State Senate campaign heats up

Budget crisis, transportation among issues debated

Thursday night's Senate District 8 candidates' forum began and ended with perceived insults. In between, Democratic challenger Jay Fetcher of Clark and State Sen. Jack Taylor, R-Steamboat Springs, exchanged thoughtful positions on issues such as the current state budget crisis to the future of mass transit on Colorado's Western Slope.

The forum drew about 150 people to Centennial Hall and was hosted by the Community Alliance of the Yampa Valley and the Western Slope Congress. The candidates fielded four planned questions and then answered impromptu written questions from the audience.

Fetcher used a portion of his introductory remarks to say he took offense at Taylor's assertions that Fetcher had let the Western Slope down while serving on the legislative reapportionment committee that adjusted the boundaries of state Senate and House districts after the 2000 census, which he said Taylor made during campaign appearances

"I've been accused of selling out Grand County and the Colorado River headwaters to the Front Range," Fetcher told listeners. "I'm insulted by that."

Fetcher said the original reapportionment map proposed by the committee for Senate District 8 (comprising six counties, Routt and Moffat among them) also included neighboring Grand County. However, the Colorado Supreme Court sent it back to the committee and asked for a different equitable plan that didn't split counties.

"(The court) required whole counties, and Grand had the right number of people in it," Fetcher said. "I did not sell out Western Slope water. The decision that I voted on was upheld by the Colorado Supreme Court. The redistricting plan voted for by my opponent was not upheld by the Colorado Supreme Court nor was it approved by the U.S. Supreme Court."

Taylor ignored Fetcher's remarks until his own closing remarks when he charged that Fetcher had passed on the opportunity to consider several other reapportionment maps.

Waving a fistful of colored maps in the air, he said, "There were clearly other maps that could have been voted on that would've kept the headwaters of the Colorado on the Western Slope," Taylor said.

His retort was brought on in part by other remarks Fetcher made in his closing statement.

"This race is about someone who has spent his life in Northwest Colorado and someone who has spent his public life in Denver," Fetcher said.

He pointed to the work he has done on behalf of ranchland preservation and the Steamboat Springs School Board.

Taylor took offense at Fetcher's remark.

"To be told that I spent my public life in Denver is an insult," Taylor said. "I've already traveled 22,000 miles in this district. I'll match anyone's record. When people see my old yellow truck, they know I'm there."

The forum was about much more than campaign barbs.
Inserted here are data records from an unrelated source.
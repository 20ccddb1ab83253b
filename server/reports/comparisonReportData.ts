import { envelopeAt, firstRisingCrossing } from '../../shared/reports/alignedCycles';
import { CHANNEL_COLOURS } from '../../shared/reports/palette';
import type { ChannelAnalysis } from '../../shared/schemas/analysis';
import type { CaptureChannel, CaptureDetail } from '../../shared/schemas/capture';
import type { Comparison } from '../../shared/schemas/comparison';
import type { AppContext } from '../context';
import { findProject } from '../db/projectRepository';
import { getComparison } from '../services/comparisonService';
import { readyCapture } from '../services/readyCapture';
import { sampleWindow } from '../services/sampleWindowService';
import type { ReportAuthor } from './captureReportData';
import type { Trace } from './pdf/pdfPlot';

/** Cycles overlaid, and points per overlaid trace: as the comparison page draws them. */
const CYCLES_SHOWN = 3;
const OVERLAY_POINTS = 600;

export interface ComparedCapture {
  capture: CaptureDetail;
  channel: CaptureChannel;
  analysis: ChannelAnalysis;
  projectName: string | null;
}

export interface ComparisonReportData {
  comparison: Comparison;
  items: ComparedCapture[];
  overlay: { traces: Trace[]; spanS: number };
  author: ReportAuthor;
  generatedAt: Date;
}

/**
 * Three cycles of each capture's compared channel from its first rising zero crossing (or from the
 * trigger), resampled onto one time grid, as the comparison page overlays them.
 */
async function overlay(ctx: AppContext, items: ComparedCapture[], align: Comparison['settings']['align']) {
  const periods = items.map((it) => (it.analysis.frequency ? 1 / it.analysis.frequency : null));
  const spanS = CYCLES_SHOWN * Math.max(...periods.map((p, k) => p ?? (items[k].capture.durationS ?? 0) / 10));
  const stepS = spanS / (OVERLAY_POINTS - 1);
  const traces: Trace[] = [];
  for (const [k, it] of items.entries()) {
    const t0 = it.capture.t0 ?? 0;
    const from = align === 'trigger' ? Math.max(0, t0) : t0;
    const s = await sampleWindow(ctx, it.capture.id, { channel: it.channel.index, fromS: from, toS: from + spanS + (periods[k] ?? 0) * 1.2, points: 200_000 });
    const start = align === 'zeroCrossing' ? (firstRisingCrossing(s) ?? from) : from;
    const values = Array.from({ length: OVERLAY_POINTS }, (_, i) => {
      const e = envelopeAt(s, start + i * stepS);
      return e === null ? null : (e.lo + e.hi) / 2;
    });
    traces.push({ label: `${it.capture.name} · ${it.channel.name}`, color: CHANNEL_COLOURS[k % CHANNEL_COLOURS.length], t0S: 0, stepS, values });
  }
  return { traces, spanS };
}

/** Everything a comparison report shows: 404 for an unknown comparison, 409 while one of its captures is not ready. */
export async function comparisonReportData(ctx: AppContext, comparisonId: number, author: ReportAuthor): Promise<ComparisonReportData> {
  const comparison = await getComparison(ctx, comparisonId);
  const items: ComparedCapture[] = [];
  for (const [k, id] of comparison.captureIds.entries()) {
    const { detail, analyses } = await readyCapture(ctx, id);
    const idx = Math.min(comparison.settings.channels[k] ?? 0, detail.channels.length - 1);
    items.push({ capture: detail, channel: detail.channels[idx], analysis: analyses[idx], projectName: (await findProject(ctx.db, detail.projectId))?.name ?? null });
  }
  return { comparison, items, overlay: await overlay(ctx, items, comparison.settings.align), author, generatedAt: new Date() };
}
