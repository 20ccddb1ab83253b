import type { CreateProjectRequest, Project, UpdateProjectRequest } from '../../shared/schemas/project';
import { api } from './http';

export const listProjects = (archived: 'true' | 'false' | 'all' = 'false') => api<{ items: Project[] }>('GET', `/projects?archived=${archived}`);
export const getProject = (id: number) => api<{ project: Project }>('GET', `/projects/${id}`);
export const createProject = (req: CreateProjectRequest) => api<{ project: Project }>('POST', '/projects', req);
export const updateProject = (id: number, req: UpdateProjectRequest) => api<{ project: Project }>('PATCH', `/projects/${id}`, req);
export const addDemoCaptures = (id: number) => api<{ added: number }>('POST', `/projects/${id}/demo-captures`);
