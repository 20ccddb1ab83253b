import type { SessionList } from '../../shared/schemas/session';
import type { ChangePasswordRequest, LoginRequest, User } from '../../shared/schemas/user';
import { api } from './http';

export const login = (req: LoginRequest) => api<{ user: User }>('POST', '/auth/login', req);
export const logout = () => api<void>('POST', '/auth/logout');
export const me = () => api<{ user: User }>('GET', '/auth/me');
export const changePassword = (req: ChangePasswordRequest) => api<void>('POST', '/auth/password', req);
export const listSessions = () => api<SessionList>('GET', '/auth/sessions');
export const signOutOtherSessions = () => api<void>('DELETE', '/auth/sessions');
Asked how they would resolve the state budget crisis brought on by conflicts inherent in three constitutional amendments -- the Taxpayers Bill of Rights and Amendment 23, which fully funds education based on the inflation rate plus 1 percent, and the Gallagher Amendment -- the two candidates said they would seek some form of timeout on TABOR and Amendment 23 until the state economy recovers.

"TABOR, Amendment 23 and Gallagher have set up what some people call a perfect storm," Taylor said.

The amendments cannot be changed without a vote of the people, Taylor said, and he doubts that Gallagher, which shifts a greater portion of the property tax burden onto commercial property, will be changed by the voters.

To help with necessary budget cuts on the order of $250 million, Taylor said he would ask the voters to defer the constraints of TABOR and Amendment 23 for limited periods of time.

"I would propose to relax 23 for a very specific, very clear period of time," Taylor said. He also suggested a timeout on the provisions in TABOR that ratchet down the state budget year after year, until the economy improves.

"I would propose we put a fail-safe trigger point in TABOR where it kicks back in when the economy comes back. I would put both on the ballot in clear terms."

Fetcher said the portions of TABOR that limit the growth of government and require a vote of the public on tax increases are beneficial.

"What concerns me is the revenue portion that makes it difficult for us to recover from recession." Coloradans will receive a $300 million income tax return next year, Fetcher said, and he would prefer that his portion go to restoring cuts in education, health care programs for seniors and basic services such as keeping more driver's license offices open.

Fetcher said he wants to see Amendment 23 remain in place, but he would consider deferring the 1 percent funding above inflation in times of lower revenue for Colorado. Finally, Fetcher said he would like to see the voters consider putting a reasonable limit on the decreasing share of the property tax burden residential owners enjoy under Gallagher.

Asked by a member of the audience if they would favor new mass transit options on Colorado's Interstate 70 corridor, the candidates said "yes." And both said it probably would take large amounts of money devoted to new conventional highway lanes before the state realizes that goal.